The main idea of this feature is to use the injected decoding logic from
SQL in order to process each KV and keep only the needed parts (i.e.
necessary SQL columns). Those needed parts are then propagated back to
the KV client as coldata.Batch'es (serialized in the Apache Arrow format).
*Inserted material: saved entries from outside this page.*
"""Amounts as people type them, against sums by hand."""

from __future__ import annotations

from fractions import Fraction as F

import pytest

from calcreport.core.problems import Problems
from calcreport.core.quantity import Amount, read_amount, read_in_unit
from calcreport.core.source import Source, Span
from calcreport.core.units import make_unit

INCH, POUND = F(254, 10_000), F(45_359_237, 10**8) * F(980_665, 10**5)


def _read(text: str, unit: str = "") -> tuple[Amount | None, Problems]:
    problems = Problems()
    span = Span(Source("amount", text), 0, len(text))
    if not unit:
        return read_amount(text, span, problems), problems
    return read_in_unit(text, span, problems, make_unit(((unit, 1),))), problems


@pytest.mark.parametrize(
    ("text", "value"),
    [
        ("12 in", 12 * INCH), ("4500 psi", 4500 * POUND / INCH**2), ("4,500 psi", 4500 * POUND / INCH**2),
        ("-120 kip*ft", -120_000 * POUND * 12 * INCH), ("+3 in", 3 * INCH), (".5 in", INCH / 2), ("5. in", 5 * INCH),
        ("1.5e3 lb", 1500 * POUND), ("1e-3 m", F(1, 1000)), ("12in", 12 * INCH), ("7", F(7)), ("5 %", F(1, 20)),
        # feet and inches
        ("18 ft 6 in", 222 * INCH), ("18'-6 1/2\"", F(445, 2) * INCH), ("18' 6\"", 222 * INCH), ("5'", 60 * INCH),
        ("18 ft 6 1/2 in", F(445, 2) * INCH), ("3/4 in", F(3, 4) * INCH), ("6 1/2 in", F(13, 2) * INCH),
        ("6-1/2 in", F(13, 2) * INCH), ("-5 ft 3 in", -63 * INCH), ("2 1/in", 2 / INCH),
    ],
)  # fmt: skip
def test_read(text: str, value: F) -> None:
    amount, problems = _read(text)
    assert not problems and amount is not None and amount.value == value


@pytest.mark.parametrize(
    ("text", "slug"),
    [
        ("", "not-a-quantity"),
        ("twelve", "not-a-quantity"),
        ("1/2 ft", "not-a-quantity"),
        ("1/0 in", "not-a-quantity"),
        ("10^3 psi", "not-a-quantity"),
        ("4 500 psi", "not-a-quantity"),
        ("\u221212 in", "not-a-quantity"),
        ("4.500,5 in", "unknown-unit"),
        ("1" * 19, "not-a-quantity"),
        ("12 inn", "unknown-unit"),
        ("1e999 in", "unknown-unit"),
        ("\u0661 in", "not-a-quantity"),
        ("nan", "not-a-quantity"),
        ("inf in", "not-a-quantity"),
        ("0x10 in", "unknown-unit"),
    ],
)
def test_refused(text: str, slug: str) -> None:
    amount, problems = _read(text)
    assert amount is None
    assert [problem.slug for problem in problems.sorted()] == [slug]


def test_zero_alone_needs_no_unit() -> None:
    amount, problems = _read("0", "kip")
    assert not problems and amount is not None
    assert (amount.value, amount.unit.text, amount.text) == (0, "kip", "0 kip")


@pytest.mark.parametrize("text", ["12", "0.0001", "0 in"])
def test_every_other_number_does(text: str) -> None:
    amount, problems = _read(text, "kip")
    assert amount is None
    assert problems.sorted()[0].slug == ("unit-mismatch" if "in" in text else "bare-number")


@pytest.mark.parametrize("text", ["24 ft 13 in", "24 ft 12 in", "24 ft -6 in", "24' -6\""])
def test_feet_with_a_foot_of_inches_or_less_than_none_are_refused(text: str) -> None:
    problems = Problems()
    source = Source("x", text)
    assert read_amount(text, Span(source, 0, len(text)), problems) is None
    assert [problem.slug for problem in problems.sorted()] != []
Here is the outline of all components involved:
┌────────────────────────────────────────────────┐
│ SQL │
│________________________________________________│
│ colfetcher.ColBatchDirectScan │
│ │ │
│ ▼ │
│ row.txnKVFetcher │
│ (behind the row.KVBatchFetcher interface) │
└────────────────────────────────────────────────┘
│
▼
┌────────────────────────────────────────────────┐
│ KV Client │
└────────────────────────────────────────────────┘
│
▼
┌────────────────────────────────────────────────┐
│ KV Server │
│________________________________________________│
│ colfetcher.cFetcherWrapper │
│ (behind the storage.CFetcherWrapper interface) │
│ │ │
│ ▼ │
│ colfetcher.cFetcher │
│ │ │
│ ▼ │
│ storage.mvccScanFetchAdapter ────────┐│
│ (behind the storage.NextKVer interface) ││
│ │ ││
│ ▼ ││
│ storage.pebbleMVCCScanner ││
│ (which put's KVs into storage.singleResults) <┘│
└────────────────────────────────────────────────┘
On the KV client side, `row.txnKVFetcher` issues Scans and ReverseScans with
the `COL_BATCH_RESPONSE` format and returns the response (which contains the
columnar data) to the `colfetcher.ColBatchDirectScan`.
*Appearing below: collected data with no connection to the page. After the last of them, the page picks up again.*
"""The unit table against pint's default registry, and unit text that is or is not read."""

from __future__ import annotations

from fractions import Fraction

import pint
import pytest

from calcreport.core.problems import Problems
from calcreport.core.source import Source, Span
from calcreport.core.units import (
    SPELLINGS,
    Unit,
    dimension_words,
    divide,
    make_unit,
    multiply,
    name_dimension,
    raised,
    read_unit,
)

REGISTRY = pint.UnitRegistry()

#: our spelling: the same in pint's; pound, kip, ton and what is made of them are forces here (common practice)
IN_PINT = {
    "1": "dimensionless", "%": "percent", "rad": "radian", "in": "inch", "ft": "foot", "yd": "yard", "mi": "mile",
    "mm": "mm", "cm": "cm", "m": "m", "km": "km", "lb": "lbf", "lbf": "lbf", "kip": "kip", "kips": "kip",
    "ton": "2000 lbf", "N": "N", "kN": "kN", "MN": "MN", "psi": "psi", "ksi": "ksi", "psf": "lbf/foot**2",
    "ksf": "kip/foot**2", "tsf": "2000 lbf/foot**2", "Pa": "Pa", "kPa": "kPa", "MPa": "MPa", "GPa": "GPa",
    "plf": "lbf/foot", "klf": "kip/foot", "pcf": "lbf/foot**3", "kcf": "kip/foot**3", "pci": "lbf/inch**3",
    "kg": "kg", "g": "g", "t": "metric_ton", "s": "s", "min": "minute", "h": "hour", "mph": "mph", "Hz": "1/s",
}  # fmt: skip
_BASE = {"[length]": (1, 0, 0), "[mass]": (-1, 1, 2), "[time]": (0, 0, 1)}


def _read(text: str) -> tuple[Unit | None, Problems]:
    problems = Problems()
    return read_unit(text, Span(Source("unit", text), 0, len(text)), problems), problems


def test_every_spelling_is_held_against_pint() -> None:
    assert IN_PINT.keys() == SPELLINGS


@pytest.mark.parametrize("spelling", sorted(SPELLINGS))
def test_factor_and_dimension(spelling: str) -> None:
    unit, problems = _read(spelling)
    assert unit is not None and not problems
    theirs = REGISTRY(IN_PINT[spelling])
    quantity = theirs if isinstance(theirs, REGISTRY.Quantity) else REGISTRY.Quantity(theirs, "dimensionless")
    expected = quantity.to_base_units().magnitude
    assert float(unit.scale) == pytest.approx(expected, rel=1e-12, abs=0)
    dimension = [Fraction(0)] * 3
    for name, power in quantity.dimensionality.items():
        dimension = [d + Fraction(power).limit_denominator() * b for d, b in zip(dimension, _BASE[name], strict=True)]
    assert unit.dimension == tuple(dimension)


@pytest.mark.parametrize(
    ("spelling", "factor"),
    [
        # exact by definition: inch 25.4 mm, pound 0.45359237 kg, standard gravity 9.80665 m/s^2 (NIST SP 811, App. B)
        ("in", Fraction(254, 10_000)), ("ft", Fraction(3048, 10_000)), ("yd", Fraction(9144, 10_000)),
        ("mi", Fraction(1_609_344, 1000)),
        ("lb", Fraction(45_359_237, 10**8) * Fraction(980_665, 10**5)),
        ("kip", 1000 * Fraction(45_359_237, 10**8) * Fraction(980_665, 10**5)),
        ("psi", Fraction(45_359_237, 10**8) * Fraction(980_665, 10**5) / Fraction(254, 10_000) ** 2),
        ("psf", Fraction(45_359_237, 10**8) * Fraction(980_665, 10**5) / Fraction(3048, 10_000) ** 2),
        ("pcf", Fraction(45_359_237, 10**8) * Fraction(980_665, 10**5) / Fraction(3048, 10_000) ** 3),
        ("mph", Fraction(44_704, 100_000)), ("%", Fraction(1, 100)), ("min", Fraction(60)), ("h", Fraction(3600)),
    ],
)  # fmt: skip
def test_exact_factors(spelling: str, factor: Fraction) -> None:
    unit, _ = _read(spelling)
    assert unit is not None and unit.scale == factor


@pytest.mark.parametrize(
    ("text", "theirs"),
    [
        ("kip*ft", "kip*foot"), ("lb/ft^3", "lbf/foot**3"), ("kN*m", "kN*m"), ("1/in", "1/inch"), ("in^4", "inch**4"),
        ("kN/m^2", "kN/m**2"), ("kip*in^2/ft", "kip*inch**2/foot"), ("m/s^2", "m/s**2"), ("kip / ft", "kip/foot"),
        ("lb*s^2/in", "lbf*s**2/inch"), ("in^-1", "1/inch"),
    ],
)  # fmt: skip
def test_products(text: str, theirs: str) -> None:
    unit, problems = _read(text)
    assert unit is not None and not problems
    assert float(unit.scale) == pytest.approx(REGISTRY(theirs).to_base_units().magnitude, rel=1e-12, abs=0)


@pytest.mark.parametrize("text", ["kip*ft", "lb/ft^3", "1/in", "in^4", "kip*in^2/ft", "%"])
def test_written_again_as_read(text: str) -> None:
    unit, _ = _read(text)
    assert unit is not None
    again, _ = _read(unit.text)
    assert again == unit


@pytest.mark.parametrize(
    ("text", "hint"),
    [
        ("kn", "write kN"),
        ("Nm", "write N*m"),
        ("kNm", "write kN*m"),
        ("Mpa", "write MPa"),
        ("k", "write kip"),
        ("lbs", "write lb"),
        ("kip-ft", "write kip*ft"),
        ("kip ft", "write kip*ft"),
        ("in2", "write in^2"),
        ("ft³", "write ft^3"),
        ("PSI", "write psi"),
        ("deg", "angles are read in rad: one degree is 0.0174533 rad"),
        ("", ""),
        ("*ft", ""),
        ("kip*", ""),
        ("kip**ft", ""),
        ("in^2.5", ""),
        ("in^0", ""),
        ("in^13", ""),
        ("ft*ft*ft*ft*ft*ft*ft*ft*ft", ""),
        ("3 in", ""),
        ("m\u00b7s", "write m*s"),
        ("в", ""),
        ("__import__('os')", ""),
    ],
)
def test_refused(text: str, hint: str) -> None:
    unit, problems = _read(text)
    assert unit is None
    (problem,) = problems.sorted()
    assert problem.slug == "unknown-unit"
    assert not hint or problem.hint == hint


def test_a_knot_is_no_unit_of_force() -> None:
    # pint reads kn as a knot: a mistyped kN would pass as a speed
    assert REGISTRY("kn").dimensionality == REGISTRY("m/s").dimensionality
    assert "kn" not in SPELLINGS


def test_algebra() -> None:
    length, force = make_unit((("in", 1),)).dimension, make_unit((("kip", 1),)).dimension
    assert name_dimension(multiply(length, force)) == "moment"
    assert name_dimension(divide(force, raised(length, Fraction(2)))) == "stress"
    assert name_dimension(raised(divide(force, raised(length, Fraction(2))), Fraction(1, 2))) == "stress^(1/2)"
    assert dimension_words(raised(length, Fraction(2))) == "an area"
    assert dimension_words(multiply(raised(length, Fraction(5)), force)) == "a length^5*force"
On the KV server side, we create a `storage.CFetcherWrapper` that asks the
`colfetcher.cFetcher` for the next `coldata.Batch`. The `cFetcher`, in turn,
fetches the next KV, decodes it, and keeps only values for the needed SQL
columns, discarding the rest of the KV. The KV is emitted by the
`mvccScanFetchAdapter` which - via the `singleResults` struct - exposes
access to the current KV that the `pebbleMVCCScanner` is pointing at.
Note that there is an additional "implicit synchronization" between
components that is not shown on this diagram. In particular,
`storage.singleResults.maybeTrimPartialLastRow` must be in sync with the
`colfetcher.cFetcher` which is achieved by
- the `cFetcher` exposing access to the first key of the last incomplete SQL
row via the `FirstKeyOfRowGetter`,
- the `singleResults` using that key as the resume key for the response,
- and the `cFetcher` removing that last partial SQL row when `NextKV()`
returns `partialRow=true`.
This "upstream" link (although breaking the layering a bit) allows us to
avoid a performance penalty for handling the case with multiple column
families. (This case is handled by the `storage.pebbleResults` via tracking
offsets into the `pebbleResults.repr`.)
This code structure deserves some elaboration. First, there is a mismatch
between the "push" mode in which the `pebbleMVCCScanner` operates and the
"pull" mode that the `NextKVer` exposes. The adaption between two different
modes is achieved via the `mvccScanFetcherAdapter` grabbing (when the control
returns to it) the current unstable KV pair from the `singleResults` struct
which serves as a one KV pair buffer that the `pebbleMVCCScanner` `put`s into.
Second, in order be able to use the unstable KV pair without performing a
copy, the `pebbleMVCCScanner` stops at the current KV pair and returns the
control flow (which is exactly what `pebbleMVCCScanner.getOne` does) back to
the `mvccScanFetcherAdapter`, with the adapter advancing the scanner only when
the next KV pair is needed.
There are multiple scenarios which are currently not supported:
- SQL cannot issue Get requests (likely will support in 23.1)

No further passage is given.